In this trial, 3 doses of BHV-3500 (5mg, 10mg, and 20mg) will be compared to treatment with placebo for acute relief during migraine attack. With a planned enrollment of 400 randomized subjects per treatment arm, the trial aims to prove efficacy at 2 hours postdose on the endpoints of freedom from pain and the most bothersome migraine-associated symptom.

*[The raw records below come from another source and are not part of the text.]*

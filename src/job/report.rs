//! What the pages show: rasters reduced to pictures on the output's grid, curves, phases.

use super::account::as_f64;
use super::{Job, costs, open_masked, windows};
use crate::error::Result;
use crate::map::Map;
use crate::measure::transfer_curve;
use crate::raster::{self, MissingCodes, Source, Window, codes_of};
use crate::report::{
    Audit, BandPictures, Display, Ledger, RunPictures, audit_page, ledger_page, write_whole,
};
use crate::resample::{Outside, Plan, Values};
use crate::with_samples;
use std::path::Path;

/// The longest side of a picture.
const SIDE: usize = 640;

/// Bands that a page shows.
const BANDS: usize = 4;

/// Places looked at in each cell of a picture, along an axis.
const PLACES: usize = 3;

/// Writes one page for some runs.
///
/// # Errors
/// When a raster cannot be read again, or the page cannot be written.
pub fn write_report(path: &Path, runs: &[(&Job, &Ledger)]) -> Result<()> {
    let runs =
        runs.iter().map(|(job, ledger)| Ok(((*ledger).clone(), of_run(job)?))).collect::<Result<Vec<_>>>()?;
    write(path, &ledger_page(&runs)?)
}

/// Writes the page of an audit of two raster files.
///
/// # Errors
/// When a raster cannot be read again, or the page cannot be written.
pub fn write_audit_report(
    path: &Path,
    audit: &Audit,
    paths: (&Path, &Path),
    missing: Option<f64>,
) -> Result<()> {
    let (before, after) = (raster::open(paths.0)?, raster::open(paths.1)?);
    let codes = (codes_of(before.header(), missing), codes_of(after.header(), missing));
    let area = match audit.values.as_str() {
        "total" => {
            let j = audit.relation.back.jacobian(0.0, 0.0);
            (j[0][0] * j[1][1] - j[0][1] * j[1][0]).abs()
        }
        _ => 1.0,
    };
    let pictures = pictures(
        (before.as_ref(), &codes.0),
        (after.as_ref(), &codes.1),
        &audit.relation.back,
        area,
        audit.band - 1,
        audit.values == "label",
    )?;
    write(path, &audit_page(audit, &pictures)?)
}

fn write(path: &Path, page: &str) -> Result<()> {
    write_whole(path, page.as_bytes()).map_err(|e| crate::Error::io(path, "writing the report", e))
}

/// Block means of a raster's first band for a page, their columns, and picture pixels each.
///
/// # Errors
/// When the raster cannot be read.
pub fn reduced(path: &Path) -> Result<(Vec<f64>, usize, usize)> {
    let source = raster::open(path)?;
    let codes = codes_of(source.header(), None);
    let grid = &source.header().grid;
    let display = Display::fit(grid.rows, grid.columns, grid.pixel_size(), SIDE);
    let columns = display.shown(grid.rows, grid.columns).1;
    Ok((reduce(source.as_ref(), &codes, 0, &display, false)?, columns, display.repeat.0))
}

fn of_run(job: &Job) -> Result<RunPictures> {
    let before = open_masked(&job.input, job.mask.as_deref(), job.rules.missing)?;
    let after = raster::open(&job.output)?;
    // NPY and PNG cannot declare the code that was written.
    let codes = (codes_of(before.header(), job.rules.missing), codes_of(after.header(), job.rules.missing));
    let area = if job.rules.values == Values::Total {
        let j = job.back.jacobian(0.0, 0.0);
        (j[0][0] * j[1][1] - j[0][1] * j[1][0]).abs()
    } else {
        1.0
    };
    let classes = job.rules.values == Values::Label;
    let count = after.header().bands;
    let mut bands = Vec::new();
    for band in 0..count.min(BANDS) {
        let (before, after) = ((before.as_ref(), &codes.0), (after.as_ref(), &codes.1));
        let mut shown = pictures(before, after, &job.back, area, band, classes)?;
        if count > 1 {
            let named = after.0.header().band_names.get(band).filter(|n| !n.is_empty());
            shown.name = named.cloned().unwrap_or_else(|| format!("band {}", band + 1));
        }
        if let Values::Cyclic(period) = job.rules.values {
            // Differences of angles go the short way round.
            shown
                .difference
                .iter_mut()
                .for_each(|d| *d = (*d + 0.5 * period).rem_euclid(period) - 0.5 * period);
        }
        bands.push(shown);
    }
    let size = (before.header().grid.rows, before.header().grid.columns);
    let target = (job.target.rows, job.target.columns);
    let plan = Plan::new(size, target, &job.back, &job.rules)?;
    let (rows, columns, pixels) = costs::operators(&plan, &job.rules, size, target, &job.back);
    Ok(RunPictures {
        bands,
        hidden: count.saturating_sub(BANDS),
        classes,
        transfer: transfer_curve(&rows, &columns, &pixels, 100),
        nyquist: 0.5 / rows.pitch.max(columns.pitch).max(1.0),
        step: windows::step_response(&plan, &job.rules, size),
        phases: phases(&job.back, size, target, job.rules.outside),
    })
}

/// Both rasters on the second one's grid, reduced to a picture; `back` goes from its positions to the first one's.
fn pictures(
    before: (&dyn Source, &MissingCodes),
    after: (&dyn Source, &MissingCodes),
    back: &Map,
    area: f64,
    band: usize,
    classes: bool,
) -> Result<BandPictures> {
    let grid = &after.0.header().grid;
    let display = Display::fit(grid.rows, grid.columns, (1.0, 1.0), SIDE);
    let (_, columns) = display.shown(grid.rows, grid.columns);
    let shown = reduce(after.0, after.1, band.min(after.0.header().bands - 1), &display, classes)?;
    // Small rasters are drawn with several picture pixels to a pixel: the input is looked at as finely.
    let fine = display.repeat.0.min(4);
    let places = if display.block == (1, 1) || classes { 1 } else { PLACES };
    let (nearest, linear) =
        looked_at(before, back, (grid.rows, grid.columns), &display, (fine, places), area, band)?;
    let (wide, repeat) = (columns * fine, (display.repeat.0 / fine).max(1));
    let enlarged = |v: &[f64]| -> Vec<f64> {
        let rows = v.len() / columns.max(1) * fine;
        (0..rows * wide).map(|i| v[(i / wide / fine) * columns + (i % wide) / fine]).collect()
    };
    let after = enlarged(&shown);
    // Class codes have no difference.
    let difference =
        if classes { Vec::new() } else { after.iter().zip(&linear).map(|(a, b)| a - b).collect() };
    Ok(BandPictures {
        name: String::new(),
        columns: wide,
        repeat,
        before: nearest,
        after,
        difference,
        note: if classes && display.block != (1, 1) {
            format!("Of each {} × {} pixels the middle one is drawn", display.block.0, display.block.1)
        } else {
            display.note().map(|n| n[..1].to_uppercase() + &n[1..]).unwrap_or_default()
        },
    })
}

/// Means of blocks of one band, of class codes the middle ones, read by bands of rows.
fn reduce(
    source: &dyn Source,
    codes: &MissingCodes,
    band: usize,
    display: &Display,
    classes: bool,
) -> Result<Vec<f64>> {
    let grid = &source.header().grid;
    let mut out = Vec::new();
    // Some million samples at a time, in whole blocks.
    let rows = ((1usize << 22) / grid.columns.max(1)).max(1).next_multiple_of(display.block.0);
    for start in (0..grid.rows).step_by(rows) {
        let end = (start + rows).min(grid.rows);
        let window = Window { rows: start..end, columns: 0..grid.columns };
        let values = one_band(source, codes, band, &window)?;
        let (rows, columns) = (end - start, grid.columns);
        out.extend(if classes {
            display.pick(&values, rows, columns)
        } else {
            display.reduce(&values, rows, columns)
        });
    }
    Ok(out)
}

fn one_band(source: &dyn Source, codes: &MissingCodes, band: usize, window: &Window) -> Result<Vec<f64>> {
    let stored = source.read(band..band + 1, window)?;
    let mut values = vec![0.0; window.area()];
    with_samples!(&stored, v => as_f64(v, codes, &mut values));
    Ok(values)
}

/// The first raster at places spread over each cell of the picture: its nearest samples, and linearly between samples.
fn looked_at(
    source: (&dyn Source, &MissingCodes),
    back: &Map,
    target: (usize, usize),
    display: &Display,
    (fine, places): (usize, usize),
    area: f64,
    band: usize,
) -> Result<(Vec<f64>, Vec<f64>)> {
    let shown = display.shown(target.0, target.1);
    let (rows, columns) = (shown.0 * fine, shown.1 * fine);
    let (n, m) = (source.0.header().grid.rows, source.0.header().grid.columns);
    let step = (display.block.0 as f64 / fine as f64, display.block.1 as f64 / fine as f64);
    let (mut nearest, mut linear) = (vec![f64::NAN; rows * columns], vec![f64::NAN; rows * columns]);
    const TILE: usize = 64;
    for r0 in (0..rows).step_by(TILE) {
        for c0 in (0..columns).step_by(TILE) {
            let (r1, c1) = ((r0 + TILE).min(rows), (c0 + TILE).min(columns));
            let edge = |i: usize, step: f64, n: usize| (i as f64 * step).min(n as f64) - 0.5;
            let b = back.bounds(
                (edge(r0, step.0, target.0), edge(r1, step.0, target.0)),
                (edge(c0, step.1, target.1), edge(c1, step.1, target.1)),
            );
            let reach = |(low, high): (f64, f64), n: usize| {
                let range = (low.floor() - 1.0).max(0.0) as usize
                    ..((high.ceil() + 2.0).clamp(0.0, n as f64) as usize);
                (range.start < range.end).then_some(range)
            };
            let (Some(wr), Some(wc)) = (reach(b.rows, n), reach(b.columns, m)) else { continue };
            let window = Window { rows: wr, columns: wc };
            let values = one_band(source.0, source.1, band.min(source.0.header().bands - 1), &window)?;
            let at = |i: i64, k: i64| -> f64 {
                let i = i.clamp(0, n as i64 - 1) - window.rows.start as i64;
                let k = k.clamp(0, m as i64 - 1) - window.columns.start as i64;
                let inside = (0..window.rows.len() as i64).contains(&i)
                    && (0..window.columns.len() as i64).contains(&k);
                if inside { values[i as usize * window.columns.len() + k as usize] } else { f64::NAN }
            };
            for r in r0..r1 {
                for c in c0..c1 {
                    let (mut near, mut between) = (Mean::default(), Mean::default());
                    for p in 0..places * places {
                        let part = |i: usize| (i as f64 + 0.5) / places as f64;
                        let row = (r as f64 + part(p / places)) * step.0 - 0.5;
                        let column = (c as f64 + part(p % places)) * step.1 - 0.5;
                        let (x, y) = back.apply(row, column);
                        if !(x >= -0.5 && y >= -0.5 && x <= n as f64 - 0.5 && y <= m as f64 - 0.5) {
                            continue;
                        }
                        near.add(at((x + 0.5).floor() as i64, (y + 0.5).floor() as i64));
                        // The output's own pixel shows one value all over: compare with the input at its centre.
                        let centre = if places == 1 {
                            back.apply((row + 0.5).floor(), (column + 0.5).floor())
                        } else {
                            (x, y)
                        };
                        let (i, k) = (centre.0.floor(), centre.1.floor());
                        let (s, t) = (centre.0 - i, centre.1 - k);
                        let (i, k) = (i as i64, k as i64);
                        let line = |i: i64| at(i, k) * (1.0 - t) + at(i, k + 1) * t;
                        between.add(line(i) * (1.0 - s) + line(i + 1) * s);
                    }
                    nearest[r * columns + c] = near.value() * area;
                    linear[r * columns + c] = between.value() * area;
                }
            }
        }
    }
    Ok((nearest, linear))
}

/// A mean of what is there.
#[derive(Default)]
struct Mean {
    sum: f64,
    count: usize,
}

impl Mean {
    fn add(&mut self, v: f64) {
        if !v.is_nan() {
            self.sum += v;
            self.count += 1;
        }
    }

    fn value(&self) -> f64 {
        if self.count > 0 { self.sum / self.count as f64 } else { f64::NAN }
    }
}

/// Shares of output pixels by the sub-pixel phase of their centres, along rows and along columns.
fn phases(back: &Map, source: (usize, usize), target: (usize, usize), outside: Outside) -> [Vec<f64>; 2] {
    const BINS: usize = 20;
    let mut bins = [vec![0.0; BINS], vec![0.0; BINS]];
    let mut count = 0.0;
    let places = (spread(target.0), spread(target.1));
    for r in &places.0 {
        for c in &places.1 {
            let (x, y) = back.apply(*r as f64, *c as f64);
            let inside = |x: f64, n: usize| x >= -0.5 && x <= n as f64 - 0.5;
            if outside == Outside::Missing && !(inside(x, source.0) && inside(y, source.1)) {
                continue;
            }
            count += 1.0;
            for (bins, v) in bins.iter_mut().zip([x, y]) {
                // A rounding below a sample is on it.
                let phase = (v - (v + 1e-9).floor()).max(0.0);
                bins[((phase * BINS as f64) as usize).min(BINS - 1)] += 1.0;
            }
        }
    }
    bins.map(|b| b.iter().map(|v| v / f64::max(count, 1.0)).collect())
}

/// Some of `n` places, spread by the golden ratio: no even stride, which could beat with a pattern of phases.
fn spread(n: usize) -> Vec<usize> {
    const MOST: usize = 144;
    if n <= MOST {
        return (0..n).collect();
    }
    (0..MOST).map(|i| ((i as f64 * 0.618_033_988_749_895).fract() * n as f64) as usize).collect()
}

"This is the first late-stage clinical trial designed to assess the efficacy of an intranasally administered CGRP receptor antagonist in the acute treatment of migraine,” said Vlad Coric, MD, CEO of Biohaven. “The pharmacokinetic profile from our recently completed Phase 1 trial suggests the potential for an ultra-rapid onset of action without the need for an injection. … We believe that intranasal BHV-3500 may provide people with ultra-rapid onset of migraine relief in a form that can easily be self-administered whenever and wherever a migraine strikes."
A novel, structurally distinct, third-generation calcitonin gene-related peptide (CGRP) receptor antagonist, BHV-3500, has favorable potency and low protein binding. Its physicochemical properties make it potentially suitable for multiple routes of delivery, including nasal, inhalation, or oral administration. Initially, it is being developed as an intranasal formulation.